That was the case with the older Craftsman routers but now the new ones come with a warranty, that should take care of boxes of old Craftsman routers,,,The new ones I have a come with a warranty that will replace it if the box that it came is damage with in 5 years ,that's hard to beat...no questions ask....If you don't like in 5 years , you get a new one...or a newer model..that's what sold me on the Craftsman... so to say I will have a new one for the next 10 years.... 


=========



allthunbs said:


> Hi Andy: I have a milk crate full of Craftsman stuff looking for non-existant parts. Stay with main-line stuff that you can get parts for. These things will last for a very long time, except when you make a mistake and something gets broken - like dropped or something.
> 
> You will never just buy one router. Over time, you will develop a collection.
> 
> ...


----------



## tryingtokeepmyfingers (Jun 3, 2008)

allthunbs said:


> I would suggest a >3 hp, plunge, 1/2" collet, without spindle lock, with variable speed. Hitachi, Makita, Porter Cable, Trend (in the UK), (OK Triton too -- just for Harry) to start. Next, a nice "D" handle, then a laminate trimmer modified for use as a "fine control" router.
> 
> Allthunbs


why no spindle lock ? 

and then I saw the TRITON for Harry. 

I love the spindle lock for table use and one of the reason I went ahead and bought a Triton to stay dedicated in the table.


----------



## allthunbs (Jun 22, 2008)

tryingtokeepmyfingers said:


> why no spindle lock ?
> 
> and then I saw the TRITON for Harry.
> 
> I love the spindle lock for table use and one of the reason I went ahead and bought a Triton to stay dedicated in the table.

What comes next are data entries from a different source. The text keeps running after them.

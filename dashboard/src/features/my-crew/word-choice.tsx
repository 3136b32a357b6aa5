import { flagLabels, flagWords } from '@hubtack/contracts/lost-fixes/lost-fix.js';
import { useId } from 'react';
import { useController } from 'react-hook-form';

const offered = flagWords.filter((word) => word !== 'fixLooksWrong');

/** One choice among the chief's own words, each as large as a button. */
export function WordChoice({ name }: { name: string }) {
  const { field, fieldState } = useController({ name });
  const errorId = useId();
  const { error } = fieldState;
  return (
    <fieldset className="word-choice" aria-describedby={error ? errorId : undefined}>
      <legend>What do you see?</legend>
      {offered.map((word, index) => (
        <label key={word}>
          <input
            type="radio"
            name={name}
            value={word}
            checked={field.value === word}
            onChange={() => field.onChange(word)}
            ref={index === 0 ? field.ref : undefined}
          />
          {flagLabels[word]}
        </label>
      ))}
      {error && (
        <p id={errorId} role="alert" className="word-choice-error">
          {error.message}
        </p>
      )}
    </fieldset>
  );
}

Hi "Tryingtokeepmyfingers"



> "The spindle lock type requires that you... (minimum requirement 4 hands)
> 1. hold the bit precisely 1mm from the bottom,
> 2. hold the spindle lock,
> 3. hold the body of the router tightly,
> ...


I use the OakPart/RouterWorkshop/Rosentahl philosophy so I lose the anchor point when installing bits. Besides it is much easier with two wrenches than spindle lock.

Allthunbs


----------



## yamato72 (Jun 13, 2009)

The Craftsman 17543 gives great bang for the buck, but I had a big problem with mine - I used it exclusively with the fixed base mounted in a router table for about 2 weeks, and it developed burrs on the motor body, just from being adjusted up and down. This caused the motor to bind against the base and it became impossible to use the fine adjustment. I took it back to the store and they replaced it no questions asked, but I decided that there was a good chance it would happen again, so I started researching some others.

They do have a 1-yr exchange for any reason, though.

I thought it was down to choosing between the Bosch and Milwaukee kits, but after trying out the PC893, I went with it.


----------